[Given data]:
———
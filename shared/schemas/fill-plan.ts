/**
 * Wire shapes of the fill planner: requests with units ({value, unit, reference}) and the responses the
 * planner returns (shared/planning/wire.ts maps them to and from the SI engine).
 * Amount fractions are 0..1 everywhere; tolerances and budgets are relative percentages.
 */
import { z } from 'zod'

export const PRESSURE_UNITS = ['Pa', 'kPa', 'MPa', 'bar', 'mbar', 'psi', 'atm'] as const
export const TEMPERATURE_UNITS = ['K', 'C', 'F'] as const
export const VOLUME_UNITS = ['L', 'm3', 'ft3'] as const
export const MASS_UNITS = ['kg', 'g', 'lb'] as const
export const PLAN_MODEL_IDS = ['ideal', 'van-der-waals', 'srk', 'peng-robinson', 'gerg-2008'] as const

export const PressureUnitSchema = z.enum(PRESSURE_UNITS)
export const TemperatureUnitSchema = z.enum(TEMPERATURE_UNITS)
export const MassUnitSchema = z.enum(MASS_UNITS)
export const ModelIdSchema = z.enum(PLAN_MODEL_IDS)

/** A pressure with its unit and whether it is gauge or absolute. */
export const PressureSchema = z.strictObject({
  value: z.number(),
  unit: PressureUnitSchema,
  reference: z.enum(['gauge', 'absolute']),
})
/** A pressure difference or span (no reference). */
export const PressureSpanSchema = z.strictObject({ value: z.number().nonnegative(), unit: PressureUnitSchema })
export const TemperatureSchema = z.strictObject({ value: z.number(), unit: TemperatureUnitSchema })
export const VolumeSchema = z.strictObject({ value: z.number().positive(), unit: z.enum(VOLUME_UNITS) })
export const MassSchema = z.strictObject({ value: z.number().nonnegative(), unit: MassUnitSchema })
const IsoDateSchema = z.string().regex(/^\d{4}-\d{2}-\d{2}$/, 'date as yyyy-mm-dd')

export const ComponentFractionSchema = z.strictObject({
  gas: z.string().min(1),
  fraction: z.number().min(0).max(1),
  /** standard uncertainty of the fraction (k = 1), amount fraction */
  uncertainty: z.number().nonnegative().optional(),
})

export const TargetComponentSchema = z.strictObject({
  gas: z.string().min(1),
  fraction: z.number().min(0).max(1),
  /** marks the balance (matrix) gas; default the largest fraction */
  balance: z.boolean().optional(),
})

export const ResidualSchema = z.discriminatedUnion('kind', [
  z.strictObject({ kind: z.literal('evacuated') }),
  z.strictObject({
    kind: z.literal('residual'),
    pressure: PressureSchema,
    temperature: TemperatureSchema.optional(),
    composition: z.array(ComponentFractionSchema).min(1),
  }),
])

export const CylinderSchema = z.strictObject({
  waterVolume: VolumeSchema,
  servicePressure: PressureSchema,
  testPressure: PressureSchema.optional(),
  material: z.string().optional(),
  oxygenClean: z.boolean().optional(),
  nextTestDate: IsoDateSchema.optional(),
  plusRated: z.boolean().optional(),
  residual: ResidualSchema.optional(),
})

export const SourceSchema = z
  .strictObject({
    /** unique label; default the gas id (pure) or "premix-n" */
    id: z.string().min(1).optional(),
    /** main gas of a pure source */
    gas: z.string().min(1).optional(),
    /** amount fraction of the main gas, 0..1 */
    purity: z.number().gt(0).max(1).optional(),
    impurities: z.array(ComponentFractionSchema).optional(),
    /** certified composition of a premix */
    composition: z.array(ComponentFractionSchema).min(1).optional(),
  })
  .refine((s) => s.gas !== undefined || s.composition !== undefined, { message: 'a source needs a gas or a premix composition' })

export const GaugeSchema = z.strictObject({
  span: PressureSpanSchema,
  /** EN 837-1 accuracy class, % of span */
  accuracyClass: z.number().nonnegative(),
  resolution: PressureSpanSchema,
})

export const ScaleSchema = z.strictObject({
  resolution: MassSchema,
  /** standard uncertainty of one reading beyond resolution */
  uncertainty: MassSchema.optional(),
})

export const DisplayUnitsSchema = z.strictObject({
  pressure: PressureUnitSchema.optional(),
  temperature: TemperatureUnitSchema.optional(),
  mass: MassUnitSchema.optional(),
})

export const FillPlanRequestSchema = z.strictObject({
  target: z.array(TargetComponentSchema).min(1),
  finalPressure: PressureSchema,
  referenceTemperature: TemperatureSchema,
  fillTemperature: TemperatureSchema,
  atmosphericPressure: PressureSchema.optional(),
  cylinder: CylinderSchema,
  minimumTemperature: TemperatureSchema.optional(),
  maximumTemperature: TemperatureSchema.optional(),
  sources: z.array(SourceSchema).min(1),
  order: z.enum(['as-given', 'auto']),
  model: ModelIdSchema,
  method: z.enum(['partial-pressure', 'gravimetric']),
  gauge: GaugeSchema.optional(),
  scale: ScaleSchema.optional(),
  /** allowed relative deviation of each component from target, % (e.g. 5 = ±5 % relative) */
  blendTolerancePercent: z.number().gt(0).lt(100).optional(),
  /** largest acceptable expanded (k = 2) relative uncertainty, %, before a premix is proposed */
  uncertaintyBudgetPercent: z.number().gt(0).optional(),
  cylinderRules: z.enum(['eu', 'us']).optional(),
  /** plan date, compared with the cylinder's next test date; default today */
  asOfDate: IsoDateSchema.optional(),
  /** standard uncertainty of each gas-temperature reading, K (default 1) */
  temperatureUncertaintyK: z.number().nonnegative().optional(),
  proposePremix: z.boolean().optional(),
  displayUnits: DisplayUnitsSchema.optional(),
})
export type FillPlanRequest = z.infer<typeof FillPlanRequestSchema>

// ---- response -------------------------------------------------------------------------------------------

const Quantity = <U extends z.ZodType>(unit: U) => z.object({ value: z.number(), unit })
const AbsolutePressureOut = z.object({ value: z.number(), unit: PressureUnitSchema, reference: z.literal('absolute') })
const GaugePressureOut = z.object({ value: z.number(), unit: PressureUnitSchema, reference: z.literal('gauge') })
const MassOut = Quantity(MassUnitSchema)
const MolesOut = Quantity(z.literal('mol'))
const TemperatureOut = Quantity(TemperatureUnitSchema)
const CompositionOut = z.array(z.object({ gas: z.string(), fraction: z.number(), uncertainty: z.number().optional() }))

export const PlanWarningSchema = z.object({
  code: z.string(),
  severity: z.enum(['info', 'caution', 'block']),
  message: z.string(),
  caution: z.string().optional(),
  step: z.number().int().optional(),
})

export const PlanStepSchema = z.object({
  index: z.number().int(),
  gas: z.string(),
  source: z.string(),
  sourceComposition: CompositionOut,
  cumulativePressure: AbsolutePressureOut,
  cumulativeGaugePressure: GaugePressureOut,
  pressureRise: Quantity(PressureUnitSchema),
  massAdded: MassOut,
  molesAdded: MolesOut,
  cumulativeMass: MassOut,
  cumulativeMoles: MolesOut,
  compressibility: z.number(),
  toleranceWindow: z.object({
    gaugePressureLow: GaugePressureOut,
    gaugePressureHigh: GaugePressureOut,
    cumulativeMassLow: MassOut,
    cumulativeMassHigh: MassOut,
  }),
  temperatureTable: z.array(z.object({ temperature: TemperatureOut, pressure: AbsolutePressureOut, gaugePressure: GaugePressureOut })),
  compositionAfter: CompositionOut,
})

export const PredictedComponentSchema = z.object({
  gas: z.string(),
  fraction: z.number(),
  /** standard uncertainty (k = 1), amount fraction */
  uncertainty: z.number(),
  expandedUncertainty: z.number(),
  coverageFactor: z.literal(2),
  target: z.number(),
  deviationRelative: z.number().nullable(),
})

export const ClassificationSchema = z.object({
  flammable: z.boolean().nullable(),
  flammabilityIndex: z.number().nullable(),
  oxidisingPower: z.number().nullable(),
  oxidising: z.boolean(),
  lc50MixPpm: z.number().nullable(),
  toxic: z.boolean(),
  division: z.enum(['2.1', '2.2', '2.3']),
  subsidiary: z.array(z.string()),
  notes: z.array(z.string()),
})

export const FillPlanCoreResponseSchema = z.object({
  method: z.enum(['partial-pressure', 'gravimetric']),
  model: ModelIdSchema,
  modelNotes: z.array(z.string()),
  finalPressure: AbsolutePressureOut,
  finalGaugePressure: GaugePressureOut,
  referenceTemperature: TemperatureOut,
  fillTemperature: TemperatureOut,
  atmosphericPressure: AbsolutePressureOut,
  totalMoles: MolesOut,
  totalMass: MassOut,
  initial: z.object({ moles: MolesOut, pressure: AbsolutePressureOut, composition: CompositionOut }),
  steps: z.array(PlanStepSchema),
  predictedComposition: z.array(PredictedComponentSchema),
  uncertaintyMethod: z.string(),
  uncertaintyBudget: z.array(z.object({ input: z.string(), gas: z.string(), contribution: z.number() })),
  solution: z.object({ method: z.enum(['direct', 'nnls']), maxRelativeDeviation: z.number(), note: z.string() }),
  orderRules: z.array(z.string()),
  pressureChecks: z.array(
    z.object({
      label: z.string(),
      temperature: TemperatureOut,
      gaugePressure: GaugePressureOut,
      gaugeLimit: GaugePressureOut.nullable(),
      rule: z.string(),
      pass: z.boolean(),
    }),
  ),
  classification: ClassificationSchema,
  minimumSafeTemperature: TemperatureOut.nullable(),
  warnings: z.array(PlanWarningSchema),
  approvable: z.boolean(),
  assumptions: z.array(z.string()),
})
export type FillPlanCoreResponse = z.infer<typeof FillPlanCoreResponseSchema>

export const FillPlanResponseSchema = FillPlanCoreResponseSchema.extend({
  premixProposal: z
    .object({
      reason: z.string(),
      stages: z.array(z.object({ label: z.string(), gas: z.string(), reason: z.string(), plan: FillPlanCoreResponseSchema })),
      productPlan: FillPlanCoreResponseSchema,
    })
    .optional(),
})
export type FillPlanResponse = z.infer<typeof FillPlanResponseSchema>

// ---- re-planning ----------------------------------------------------------------------------------------

export const StepActualSchema = z
  .strictObject({
    stepIndex: z.number().int().nonnegative(),
    pressure: PressureSchema.optional(),
    temperature: TemperatureSchema.optional(),
    /** cumulative scale reading since the start of the fill */
    scaleMass: MassSchema.optional(),
  })
  .refine((a) => a.pressure !== undefined || a.scaleMass !== undefined, { message: 'a reading needs a pressure or a scale mass' })

export const ReplanRequestSchema = z.strictObject({
  plan: FillPlanRequestSchema,
  actuals: z.array(StepActualSchema).min(1),
})
export type ReplanRequest = z.infer<typeof ReplanRequestSchema>

export const ReplanResponseSchema = z.object({
  status: z.enum(['on-track', 'adjusted', 'cannot-meet']),
  verdict: z.string(),
  completedSteps: z.number().int(),
  inferredSteps: z.array(
    z.object({
      index: z.number().int(),
      source: z.string(),
      plannedMoles: MolesOut,
      actualMoles: MolesOut,
      deviationRelative: z.number(),
      measured: z.boolean(),
    }),
  ),
  composition: CompositionOut,
  moles: MolesOut,
  pressureAtFillTemperature: AbsolutePressureOut,
  gaugePressureAtFillTemperature: GaugePressureOut,
  remainingPlan: FillPlanCoreResponseSchema.nullable(),
  options: z.array(
    z.object({
      kind: z.enum(['continue', 'accept', 'top-up', 'vent', 'remake']),
      description: z.string(),
      finalGaugePressure: GaugePressureOut.optional(),
      ventToGaugePressure: GaugePressureOut.optional(),
      plan: FillPlanCoreResponseSchema.optional(),
    }),
  ),
  warnings: z.array(PlanWarningSchema),
})
export type ReplanResponse = z.infer<typeof ReplanResponseSchema>

// ---- model comparison and batches -------------------------------------------------------------------------

export const CompareModelsRequestSchema = FillPlanRequestSchema.extend({
  models: z.array(ModelIdSchema).min(1).optional(),
})
export type CompareModelsRequest = z.infer<typeof CompareModelsRequestSchema>

export const CompareModelsResponseSchema = z.object({
  reference: ModelIdSchema,
  referenceNote: z.string(),
  entries: z.array(
    z.object({
      model: ModelIdSchema,
      plan: FillPlanCoreResponseSchema.nullable(),
      error: z.string().nullable(),
      realised: z.array(
        z.object({
          gas: z.string(),
          target: z.number(),
          planned: z.number(),
          realised: z.number(),
          deviation: z.number(),
          deviationRelative: z.number().nullable(),
          toleranceUsed: z.number().nullable(),
        }),
      ),
      realisedFinalGaugePressure: GaugePressureOut.nullable(),
      worstDeviationRelative: z.number().nullable(),
      withinTolerance: z.boolean().nullable(),
    }),
  ),
})
export type CompareModelsResponse = z.infer<typeof CompareModelsResponseSchema>

export const BatchRequestSchema = z.strictObject({
  plan: FillPlanRequestSchema,
  cylinderCount: z.number().int().min(1).max(10_000),
})
export type BatchRequest = z.infer<typeof BatchRequestSchema>

export const BatchResponseSchema = z.object({
  cylinderCount: z.number().int(),
  plan: FillPlanResponseSchema,
  sources: z.array(
    z.object({
      source: z.string(),
      gas: z.string(),
      molesPerCylinder: MolesOut,
      massPerCylinder: MassOut,
      moles: MolesOut,
      mass: MassOut,
      standardVolume: z.object({ value: z.number(), unit: z.literal('m3'), reference: z.string() }),
    }),
  ),
  notes: z.array(z.string()),
})
export type BatchResponse = z.infer<typeof BatchResponseSchema>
———
The answer should be a single number: how many lines in the records contain "PressureSchema".

7